I want to note that a lot of the behaviors found in the inverse scaling price do in fact disappear by just adding “Lets think step by step”.
I already tested this a bit a few months ago in apart research’s hackaton along whit a few other people https://itch.io/jam/llm-hackathon/rate/1728566 and migtht try to do it more rigorously for all the entries now that all of the winners have been announced(plus I was procrastinating on it and this is a good point to actually get around doing it)Also another thing to note is that chatgpt shows the same behaviour and answers in a more detailed way.
Given that I feel like if someone was going to take models failing at modus ponens as evidence of the “Clever Hans” hypothesis they should not only undo that update but also update on the other direction by casting doubts about whatever they though was an example of LLM not being able to do something.
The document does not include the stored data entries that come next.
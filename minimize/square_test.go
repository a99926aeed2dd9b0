package minimize

import (
	"context"
	"math"
	"testing"

	"github.com/tenter-go/tenter/action"
	"github.com/tenter-go/tenter/constraint"
	"github.com/tenter-go/tenter/field"
	"github.com/tenter-go/tenter/lattice"
)

// allAround pins the whole rim of a block to zero.
func allAround(b lattice.Block) *constraint.Set {
	held := frame(b)
	held.Left(zero)
	held.Right(zero)
	return held
}

// The positive solutions of two problems on the unit square with u = 0 around it.
// Lane–Emden, −Δu = u³: the mountain pass of ∫½|∇u|² − ¼u⁴, number 20 of the COPS
// collection (Dolan, Moré & Munson 2004). Allen–Cahn, Δu + 50(u − u³) = 0: the
// minimum of ∫½|∇u|² + ¼50(1 − u²)². Independent computation: Chebyshev, N = 16,
// 24, 32. Order 2 by slope; extrapolated with h² and h⁴ removed, a fifth of the last
// step at most is left, which falls by 16 a level.
func TestSquare(t *testing.T) {
	for _, tc := range []struct {
		name           string
		wave           action.Wave
		height         float64 // of the start
		solve          func(context.Context, *action.Discrete, *field.History) (*Found, error)
		action, centre float64
		index          int
	}{
		{
			"Lane–Emden", action.Wave{Potential: action.Polynomial{0, 0, 0, 0, -0.25}}, 4,
			func(ctx context.Context, s *action.Discrete, start *field.History) (*Found, error) {
				return Saddle(ctx, s, allAround(s.Block()), start, nil)
			}, 37.7634036, 6.6232532, 1,
		},
		{
			"Allen–Cahn", action.Wave{Potential: action.Phi4{}, Sigma: action.Uniform(50)}, 1,
			func(ctx context.Context, s *action.Discrete, start *field.History) (*Found, error) {
				return Stationary(ctx, s, allAround(s.Block()), start, nil)
			}, 10.1691156358, 0.9320341481, 0,
		},
	} {
		t.Run(tc.name, func(t *testing.T) {
			var value, centre [3]float64
			for k, n := range []int{16, 32, 64} {
				// ends that are pinned but free count with half a cell, as they
				// should where V does not vanish
				clock, line := square(n, lattice.Free, lattice.Free)
				tc.wave.Signature = action.Euclidean
				s := newAction(t, clock, line, tc.wave)
				start := field.Profile(func(x, t float64) (float64, float64) {
					return tc.height * math.Sin(math.Pi*x) * math.Sin(math.Pi*t), 0
				}).Over(s.Block())
				found, err := tc.solve(context.Background(), s, start)
				if err != nil {
					t.Fatalf("n = %d: %v", n, err)
				}
				if i := found.Report.Inertia; i.Index != tc.index || !i.Known || i.Nullity != 0 {
					t.Errorf("n = %d: %v, want index %d", n, i, tc.index)
				}
				value[k], centre[k] = found.Report.CostAfter, found.History.At(n/2, 0, n/2)
			}
			if order := math.Log2((value[1] - tc.action) / (value[2] - tc.action)); math.Abs(order-2) > 0.03 { // h⁴ beside h²
				t.Errorf("order %.3f, want 2", order)
			}
			for name, v := range map[string]struct {
				got  [3]float64
				want float64
			}{"action": {value, tc.action}, "centre": {centre, tc.centre}} {
				first, second := (4*v.got[1]-v.got[0])/3, (4*v.got[2]-v.got[1])/3
				last := (16*second - first) / 15
				if miss, step := math.Abs(last-v.want), math.Abs(last-second); miss > step/5 {
					t.Errorf("%s %.9f, want %.9f: off by %.2g after a step of %.2g", name, last, v.want, miss, step)
				}
				t.Logf("%s %.9f, off by %.2g", name, last, last-v.want)
			}
		})
	}
}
I was wondering whether to comment on how to take a demonstration of inner-monologue or alternate prompting approaches solving the problems… There’s definitely a bunch of different ways you can interpret that outcome. After all, even if you solve it with a better prompt, the fact remains that they demonstrated inverse scaling on the original prompt. So what does that mean?
I guess that depends on what you thought inverse scaling was. One way is to take the inverse-scaling as a sub-category of hidden scaling: it ‘really’ was scaling, and your ‘bad prompts’ just masked the hidden scaling; it had the capability and ‘sampling can show the presence of knowledge but not the absence’, and the Contest has been useful primarily in experimentally demonstrating that skilled ML professionals can be hoodwinked into severely underestimating the capabilities of powerful DL models, which has obvious AI safety implications.
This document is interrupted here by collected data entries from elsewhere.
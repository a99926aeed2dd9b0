package minimize

import (
	"fmt"
	"math"

	"github.com/tenter-go/tenter/lattice"
	"gonum.org/v1/gonum/mat"
)

// A Posterior is what conditions and equation together tell of the field at a
// few events: mean and covariance of one component.
type Posterior struct {
	Component  int
	At         []lattice.Event
	Mean       []float64     // the history that was found
	Covariance *mat.SymDense // in units of the field, squared
}

// Deviation returns the standard deviation of the field at the i-th event.
func (p *Posterior) Deviation(i int) float64 { return math.Sqrt(p.Covariance.At(i, i)) }

// Posterior returns the posterior of the field at the given events, by the
// covariance K⁻¹ of the histories φ whose probability is
//
//	exp(−C(φ))
//
// up to a factor, C being the cost that was made least and K its second
// derivative. For the least residual that is the field equation driven by white
// noise of the strength q, ⟨ξ(x, t)ξ(x′, t′)⟩ = q²δ(x − x′)δ(t − t′) or of
// standard deviation q/√hk on the lattice; for a minimum it is the weight e⁻ˢ.
// Observations count with their standard deviations, cost conditions with their
// curvature. Pins and hard linear conditions leave no spread along them.
//
// It is exact if the cost is quadratic (Gauss and Markov), and otherwise the
// normal distribution with the curvature of the peak [Laplace's method; MacKay
// 2003, Information Theory, Inference and Learning Algorithms, chapter 27]. A
// history with an active bound is refused, for its spread is one-sided.
func (q *Response) Posterior(component int, at ...lattice.Event) (*Posterior, error) {
	if name := q.found.Report.Problem; q.k.jac == nil && name != problemMinimum {
		return nil, &Refusal{Problem: "posterior", Why: "a " + name + " history is no maximum of a probability; want a minimum or a least residual"}
	}
	if q.k.still != nil {
		return nil, &Refusal{Problem: "posterior", Why: fmt.Sprintf("%d bounds are active; want a history that stands away from them", q.k.still.count)}
	}
	p := &Posterior{Component: component, At: append([]lattice.Event(nil), at...)}
	places, loads := make([]int, len(at)), make([]load, len(at))
	for i, e := range at {
		var err error
		if places[i], err = q.index(e, component); err != nil {
			return nil, fmt.Errorf("minimize: posterior: %w", err)
		}
		p.Mean = append(p.Mean, q.p.h.Data[places[i]])
		loads[i].force = []entry{{places[i], -1}}
	}
	if len(at) == 0 {
		return p, nil
	}
	p.Covariance = mat.NewSymDense(len(at), nil)
	for i, y := range q.k.solve(loads) {
		for j := range i + 1 {
			p.Covariance.SetSym(i, j, y.moved.Data[places[j]])
		}
	}
	return p, nil
}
I think its also not obvious how it solves the problem, whether its about the model only being capable of doing the reasoning required using multiple steps(though why the inverse scale then) or something more like writing an explanation makes the model more likely to use the right kind of reasoning.
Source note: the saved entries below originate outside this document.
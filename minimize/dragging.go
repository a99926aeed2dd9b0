package minimize

import (
	"context"
	"fmt"
	"math"

	"gonum.org/v1/gonum/mat"

	"github.com/tenter-go/tenter/field"
)

// dragging carries the pins from where the march from the start's first two
// slices has them to where they are wanted. With the misfits m(y) of the free
// Cauchy data y, and m₀ those of the start, it follows the curve
//
//	m(y) = (1 − s)m₀
//
// from s = 0 by pseudo-arclength steps, around folds, until it passes s = 1
// [Keller 1977, in Rabinowitz (ed.), Applications of Bifurcation Theory, 359].
// From there shooting ends the work.
func (l *least) dragging(ctx context.Context, stage *Stage) (*field.History, error) {
	sh, err := l.shots(Dragging, 1)
	if err != nil {
		return nil, err
	}
	if n := len(sh.nodes[0].free); n != sh.misfits {
		return nil, l.refuse(Dragging, "%d pinned values to drag and %d free values of the first two slices; want equally many", sh.misfits, n)
	}
	d := newDrag(sh)
	limit := l.set.Iterations
	if limit == 0 {
		limit = 200
	}
	reached := d.follow(ctx, limit, stage)
	stage.Outcome = fmt.Sprintf("pins dragged to s = %.4g in %d arclength steps around %d folds", d.s, d.steps, d.folds)
	if !reached {
		return d.h, nil
	}
	carried := stage.Outcome
	a := newAim(sh)
	a.run(ctx, limit, stage)
	l.exact = a.rms() < rounding
	stage.Outcome = carried + "; " + stage.Outcome
	return a.h, nil
}

// drag is a point (y, s) on the curve of a dragging.
type drag struct {
	*shots
	nd      *node
	first   []float64 // m₀
	s       float64
	tangent *mat.VecDense // (ẏ, ṡ), of unit length with s in units of unit
	unit    float64
	matrix  *mat.Dense
	lu      mat.LU
	steps   int
	folds   int
}

func newDrag(sh *shots) *drag {
	nd := &sh.nodes[0]
	n := len(nd.free)
	return &drag{shots: sh, nd: nd, tangent: mat.NewVecDense(n+1, nil), matrix: mat.NewDense(n+1, n+1, nil)}
}

// follow walks along the curve until s has passed 1 and returns whether it did.
// The steps grow where two corrections are enough and shrink where five are not.
func (d *drag) follow(ctx context.Context, limit int, stage *Stage) bool {
	n := len(d.nd.free)
	d.shoot(d.h)
	d.first = append(d.first, d.nd.res...)
	// One unit of s moves the pins by m₀ and the Cauchy data, by the march's
	// gain of about the number of slices, by |m₀| over it.
	var sum float64
	for _, v := range d.first {
		sum += v * v
	}
	if sum == 0 {
		d.s = 1
		return true
	}
	d.unit = math.Sqrt(sum) / float64(d.h.Block.Slices())
	d.tangent.SetVec(n, 1)
	d.linearise(ctx, d.h)
	if !d.border() || !d.turn() {
		return false
	}
	length := 0.05 * d.unit
	for ctx.Err() == nil && d.steps < limit && length > 1e-8*d.unit {
		s := d.s
		corrections, ok := d.correct(ctx, length)
		stage.Iterations++
		stage.Factorisations += corrections
		if !ok {
			length /= 3
			continue
		}
		d.keep()
		d.steps++
		before := d.tangent.AtVec(n)
		if d.s >= 1 || !d.turn() {
			break
		}
		if before*d.tangent.AtVec(n) < 0 {
			d.folds++
		}
		if d.s < -2 || s > 2 {
			break
		}
		if corrections <= 3 {
			length *= 1.6
		}
	}
	return d.s >= 1
}

// border factorises [∂m/∂y, m₀/unit; tangent], the matrix of the curve and its
// arclength at the Jacobian at hand.
func (d *drag) border() bool {
	n := len(d.nd.free)
	for r := range n {
		for u := range n {
			d.matrix.Set(r, u, d.nd.jac[u*n+r])
		}
		d.matrix.Set(r, n, d.first[r]/d.unit)
	}
	for u := range n + 1 {
		d.matrix.Set(n, u, d.tangent.AtVec(u))
	}
	d.lu.Factorize(d.matrix)
	return !math.IsInf(d.lu.Cond(), 1)
}

// turn makes the tangent that of the curve at the matrix at hand.
func (d *drag) turn() bool {
	n := len(d.nd.free)
	b := mat.NewVecDense(n+1, nil)
	b.SetVec(n, 1)
	if err := solveLU(&d.lu, b); err != nil {
		return false
	}
	b.ScaleVec(1/mat.Norm(b, 2), b)
	d.tangent = b
	return true
}

// correct goes by the length along the tangent and back to the curve by Newton
// steps at right angles to it, into the trial history. The number of them is
// returned, and false if they do not converge.
func (d *drag) correct(ctx context.Context, length float64) (corrections int, ok bool) {
	const most = 5
	n := len(d.nd.free)
	copy(d.trial.Data, d.h.Data)
	s := d.s + length*d.tangent.AtVec(n)/d.unit
	for u, k := range d.nd.free {
		d.trial.Data[k] += length * d.tangent.AtVec(u)
	}
	b := mat.NewVecDense(n+1, nil)
	for c := 1; c <= most; c++ {
		d.shoot(d.trial)
		d.linearise(ctx, d.trial)
		if !d.border() {
			return c, false
		}
		for r, v := range d.nd.res {
			b.SetVec(r, (1-s)*d.first[r]-v)
		}
		b.SetVec(n, 0)
		if err := solveLU(&d.lu, b); err != nil {
			return c, false
		}
		for u, k := range d.nd.free {
			d.trial.Data[k] += b.AtVec(u)
		}
		s += b.AtVec(n) / d.unit
		switch size := mat.Norm(b, 2); {
		case !(size < 0.5*length):
			return c, false
		case size < 1e-4*length:
			d.s = s
			d.shoot(d.trial)
			return c, true
		}
	}
	return most, false
}

// solveLU overwrites b by the solution. A matrix near a singular one is no
// error: Newton steps show whether the solution is of use.
func solveLU(lu *mat.LU, b *mat.VecDense) error {
	err := lu.SolveVecTo(b, false, b)
	if _, near := err.(mat.Condition); near && !math.IsInf(lu.Cond(), 1) {
		return nil
	}
	return err
}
And inside of that second option there’s a lot of ways that could work internally whether its about distributions of kinds of humans it predicts, or something more like different circuits being activated in different contexts in a way that doesn’t have to do with prediction (but that also wouldn’t explain the inverse scale), or some mix of the two things.
Maybe doing mechanistic intepretability research on this kind of thing might show some light on that? But I guess the problem is that the interesting behaviors only happen in the biggest models which are harder to work with, so no wonder nobody has done any work related to that yet(at least that I know of).
I suppose one argument could be: Humans are a kind of general intelligence. Humans tend to make this mistake. So making this mistake doesn’t show that we are far away from human-level intelligence.
If anything, this seems to be evidence for a third position, rather for either scale is all you need or language models being really unimpressive.